### Exercise requirements:
Using the data below, output the first line and every line after it up to and including the line containing "DESCRIPTOR: _descriptor.FileDescriptor", exactly as written and with nothing added.

[Opening Records section]

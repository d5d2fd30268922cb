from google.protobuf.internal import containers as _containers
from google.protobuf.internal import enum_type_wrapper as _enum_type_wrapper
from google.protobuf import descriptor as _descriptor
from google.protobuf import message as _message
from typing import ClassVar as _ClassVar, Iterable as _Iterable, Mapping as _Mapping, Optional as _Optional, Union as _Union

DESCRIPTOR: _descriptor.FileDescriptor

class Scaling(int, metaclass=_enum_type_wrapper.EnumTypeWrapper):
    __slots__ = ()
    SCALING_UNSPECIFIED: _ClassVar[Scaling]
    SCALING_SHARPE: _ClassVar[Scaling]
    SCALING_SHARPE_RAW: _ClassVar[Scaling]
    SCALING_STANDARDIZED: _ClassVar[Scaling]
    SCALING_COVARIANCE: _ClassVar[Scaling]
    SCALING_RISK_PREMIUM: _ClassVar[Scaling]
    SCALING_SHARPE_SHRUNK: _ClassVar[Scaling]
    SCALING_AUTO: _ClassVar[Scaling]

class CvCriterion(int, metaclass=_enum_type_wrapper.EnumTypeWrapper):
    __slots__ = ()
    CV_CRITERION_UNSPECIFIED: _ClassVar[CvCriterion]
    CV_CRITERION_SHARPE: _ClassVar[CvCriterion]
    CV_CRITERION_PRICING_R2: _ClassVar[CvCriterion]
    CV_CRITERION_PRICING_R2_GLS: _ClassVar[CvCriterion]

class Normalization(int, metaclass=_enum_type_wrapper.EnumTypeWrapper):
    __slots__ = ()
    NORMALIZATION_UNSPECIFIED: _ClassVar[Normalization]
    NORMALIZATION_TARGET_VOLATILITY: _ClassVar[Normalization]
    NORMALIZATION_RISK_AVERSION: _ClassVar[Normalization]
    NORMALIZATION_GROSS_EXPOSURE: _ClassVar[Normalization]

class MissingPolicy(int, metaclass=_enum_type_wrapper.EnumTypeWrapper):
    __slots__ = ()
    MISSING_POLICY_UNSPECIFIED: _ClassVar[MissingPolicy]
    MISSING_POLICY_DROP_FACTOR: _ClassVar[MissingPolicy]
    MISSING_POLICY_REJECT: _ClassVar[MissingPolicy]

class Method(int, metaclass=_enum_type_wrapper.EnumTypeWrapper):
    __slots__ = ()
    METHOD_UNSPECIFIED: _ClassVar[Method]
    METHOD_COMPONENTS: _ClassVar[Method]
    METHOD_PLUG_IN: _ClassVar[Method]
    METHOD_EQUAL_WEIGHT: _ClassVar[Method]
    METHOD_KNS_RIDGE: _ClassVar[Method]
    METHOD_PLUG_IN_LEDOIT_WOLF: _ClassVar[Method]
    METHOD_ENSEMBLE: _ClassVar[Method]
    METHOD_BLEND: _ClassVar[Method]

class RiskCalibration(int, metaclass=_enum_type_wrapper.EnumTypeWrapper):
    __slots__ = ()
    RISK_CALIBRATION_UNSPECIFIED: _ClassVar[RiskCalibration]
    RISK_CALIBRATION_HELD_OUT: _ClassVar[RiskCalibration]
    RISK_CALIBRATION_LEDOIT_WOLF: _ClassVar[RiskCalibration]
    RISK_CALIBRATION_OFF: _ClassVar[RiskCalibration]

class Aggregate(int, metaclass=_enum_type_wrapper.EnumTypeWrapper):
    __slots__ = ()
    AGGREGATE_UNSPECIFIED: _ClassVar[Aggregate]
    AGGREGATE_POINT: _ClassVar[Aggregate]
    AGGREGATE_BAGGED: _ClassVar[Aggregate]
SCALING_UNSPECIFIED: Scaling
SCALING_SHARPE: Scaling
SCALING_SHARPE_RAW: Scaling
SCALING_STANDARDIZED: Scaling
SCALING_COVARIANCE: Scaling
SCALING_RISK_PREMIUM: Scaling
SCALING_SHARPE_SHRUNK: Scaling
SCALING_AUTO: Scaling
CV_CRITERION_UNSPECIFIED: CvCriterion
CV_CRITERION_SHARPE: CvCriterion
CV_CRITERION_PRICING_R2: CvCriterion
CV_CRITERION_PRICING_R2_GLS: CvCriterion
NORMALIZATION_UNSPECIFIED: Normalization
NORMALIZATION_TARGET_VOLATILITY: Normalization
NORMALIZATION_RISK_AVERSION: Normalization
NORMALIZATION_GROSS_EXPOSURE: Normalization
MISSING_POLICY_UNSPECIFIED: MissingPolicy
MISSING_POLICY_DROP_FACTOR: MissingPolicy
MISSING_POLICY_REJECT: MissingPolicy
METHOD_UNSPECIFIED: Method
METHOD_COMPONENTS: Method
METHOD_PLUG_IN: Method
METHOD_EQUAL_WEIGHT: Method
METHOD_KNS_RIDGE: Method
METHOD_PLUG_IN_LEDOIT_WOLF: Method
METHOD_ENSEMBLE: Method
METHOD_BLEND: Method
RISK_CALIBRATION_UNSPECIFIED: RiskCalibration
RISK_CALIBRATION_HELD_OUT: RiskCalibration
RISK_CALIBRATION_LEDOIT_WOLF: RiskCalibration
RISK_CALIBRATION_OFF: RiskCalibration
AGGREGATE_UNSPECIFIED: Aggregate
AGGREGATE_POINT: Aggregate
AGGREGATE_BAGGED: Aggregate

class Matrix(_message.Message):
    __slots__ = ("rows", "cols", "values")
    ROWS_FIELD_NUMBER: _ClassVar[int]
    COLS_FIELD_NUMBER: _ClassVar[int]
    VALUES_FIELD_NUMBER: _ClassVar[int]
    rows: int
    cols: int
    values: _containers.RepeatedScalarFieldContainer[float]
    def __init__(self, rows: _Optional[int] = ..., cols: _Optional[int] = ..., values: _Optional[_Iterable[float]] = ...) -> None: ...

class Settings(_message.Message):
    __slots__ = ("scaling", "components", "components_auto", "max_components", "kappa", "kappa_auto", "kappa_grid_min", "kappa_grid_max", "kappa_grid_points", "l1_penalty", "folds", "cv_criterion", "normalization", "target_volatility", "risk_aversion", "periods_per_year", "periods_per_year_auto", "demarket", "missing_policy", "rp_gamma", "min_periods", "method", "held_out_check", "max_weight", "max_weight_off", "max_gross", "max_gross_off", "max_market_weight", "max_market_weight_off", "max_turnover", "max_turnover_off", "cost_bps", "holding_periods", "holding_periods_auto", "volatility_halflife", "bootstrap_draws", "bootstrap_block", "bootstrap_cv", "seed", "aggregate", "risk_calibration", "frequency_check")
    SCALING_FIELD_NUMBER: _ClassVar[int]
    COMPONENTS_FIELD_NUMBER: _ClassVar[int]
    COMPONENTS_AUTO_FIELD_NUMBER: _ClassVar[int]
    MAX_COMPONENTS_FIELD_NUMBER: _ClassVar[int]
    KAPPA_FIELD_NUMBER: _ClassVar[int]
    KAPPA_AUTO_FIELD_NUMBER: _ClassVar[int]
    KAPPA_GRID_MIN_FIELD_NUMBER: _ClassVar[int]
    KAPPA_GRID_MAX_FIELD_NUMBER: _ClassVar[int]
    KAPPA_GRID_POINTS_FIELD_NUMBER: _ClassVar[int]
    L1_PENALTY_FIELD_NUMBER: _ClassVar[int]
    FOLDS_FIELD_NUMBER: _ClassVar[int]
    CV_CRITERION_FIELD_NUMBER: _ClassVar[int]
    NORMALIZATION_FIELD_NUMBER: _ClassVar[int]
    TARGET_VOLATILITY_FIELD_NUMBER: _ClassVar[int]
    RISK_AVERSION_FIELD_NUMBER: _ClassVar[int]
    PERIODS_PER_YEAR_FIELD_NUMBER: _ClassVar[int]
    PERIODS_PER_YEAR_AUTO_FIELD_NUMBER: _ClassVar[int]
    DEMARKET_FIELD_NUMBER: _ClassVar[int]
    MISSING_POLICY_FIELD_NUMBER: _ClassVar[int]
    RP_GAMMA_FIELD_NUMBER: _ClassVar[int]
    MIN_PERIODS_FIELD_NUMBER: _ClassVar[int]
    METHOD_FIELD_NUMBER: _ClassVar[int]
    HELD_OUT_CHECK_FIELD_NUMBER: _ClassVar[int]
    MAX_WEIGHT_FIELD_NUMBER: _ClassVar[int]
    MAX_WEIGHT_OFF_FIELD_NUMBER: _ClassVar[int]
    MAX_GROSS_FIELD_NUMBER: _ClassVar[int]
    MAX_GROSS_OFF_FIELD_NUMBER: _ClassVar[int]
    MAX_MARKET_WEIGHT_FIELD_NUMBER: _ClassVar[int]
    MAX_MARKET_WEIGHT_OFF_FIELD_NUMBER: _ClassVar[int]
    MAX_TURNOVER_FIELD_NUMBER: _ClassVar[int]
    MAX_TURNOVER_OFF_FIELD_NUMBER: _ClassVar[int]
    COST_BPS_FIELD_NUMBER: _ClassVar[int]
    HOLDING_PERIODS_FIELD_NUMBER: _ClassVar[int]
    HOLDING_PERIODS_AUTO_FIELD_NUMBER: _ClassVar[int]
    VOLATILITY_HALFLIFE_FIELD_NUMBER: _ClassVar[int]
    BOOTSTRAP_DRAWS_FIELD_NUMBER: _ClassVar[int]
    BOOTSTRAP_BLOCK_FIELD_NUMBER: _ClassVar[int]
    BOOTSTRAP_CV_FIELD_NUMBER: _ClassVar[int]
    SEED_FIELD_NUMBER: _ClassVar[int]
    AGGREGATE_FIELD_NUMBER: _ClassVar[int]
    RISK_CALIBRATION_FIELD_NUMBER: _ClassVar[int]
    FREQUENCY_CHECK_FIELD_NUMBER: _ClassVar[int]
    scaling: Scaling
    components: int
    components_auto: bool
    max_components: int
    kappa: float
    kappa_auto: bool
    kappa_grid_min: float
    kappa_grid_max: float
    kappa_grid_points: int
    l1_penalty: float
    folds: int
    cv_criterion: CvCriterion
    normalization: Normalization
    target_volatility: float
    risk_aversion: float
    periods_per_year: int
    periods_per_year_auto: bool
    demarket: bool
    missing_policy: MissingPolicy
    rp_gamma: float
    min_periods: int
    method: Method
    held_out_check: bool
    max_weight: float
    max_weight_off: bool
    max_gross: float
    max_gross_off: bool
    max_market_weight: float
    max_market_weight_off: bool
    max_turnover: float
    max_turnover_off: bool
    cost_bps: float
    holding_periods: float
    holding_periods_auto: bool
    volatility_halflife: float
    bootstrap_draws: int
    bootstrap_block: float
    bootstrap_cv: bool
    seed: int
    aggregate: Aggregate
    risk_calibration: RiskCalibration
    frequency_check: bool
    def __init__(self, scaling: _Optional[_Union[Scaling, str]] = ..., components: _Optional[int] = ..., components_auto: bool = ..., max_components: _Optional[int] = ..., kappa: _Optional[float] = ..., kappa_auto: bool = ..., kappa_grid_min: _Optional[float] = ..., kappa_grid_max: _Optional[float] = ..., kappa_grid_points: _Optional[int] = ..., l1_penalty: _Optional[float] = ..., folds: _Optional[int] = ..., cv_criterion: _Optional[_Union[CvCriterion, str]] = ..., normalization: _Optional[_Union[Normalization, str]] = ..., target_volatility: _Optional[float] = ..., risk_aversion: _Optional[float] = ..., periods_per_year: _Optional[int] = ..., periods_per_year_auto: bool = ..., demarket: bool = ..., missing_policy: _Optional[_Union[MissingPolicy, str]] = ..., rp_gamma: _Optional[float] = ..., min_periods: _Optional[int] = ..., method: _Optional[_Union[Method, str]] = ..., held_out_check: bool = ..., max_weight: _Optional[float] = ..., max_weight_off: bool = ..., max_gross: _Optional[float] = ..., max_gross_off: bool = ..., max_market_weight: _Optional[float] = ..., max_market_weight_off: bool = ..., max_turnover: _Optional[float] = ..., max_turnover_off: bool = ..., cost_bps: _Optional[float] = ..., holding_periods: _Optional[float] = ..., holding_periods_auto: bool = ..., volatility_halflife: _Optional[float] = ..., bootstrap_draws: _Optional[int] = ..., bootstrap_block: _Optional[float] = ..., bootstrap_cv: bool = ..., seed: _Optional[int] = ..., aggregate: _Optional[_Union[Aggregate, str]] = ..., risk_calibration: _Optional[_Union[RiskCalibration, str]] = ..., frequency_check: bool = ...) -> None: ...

[Closing Records section]

### Answer for this exercise:
repository d5d2fd30268922cb
from google.protobuf.internal import containers as _containers
from google.protobuf.internal import enum_type_wrapper as _enum_type_wrapper
from google.protobuf import descriptor as _descriptor
from google.protobuf import message as _message
from typing import ClassVar as _ClassVar, Iterable as _Iterable, Mapping as _Mapping, Optional as _Optional, Union as _Union

DESCRIPTOR: _descriptor.FileDescriptor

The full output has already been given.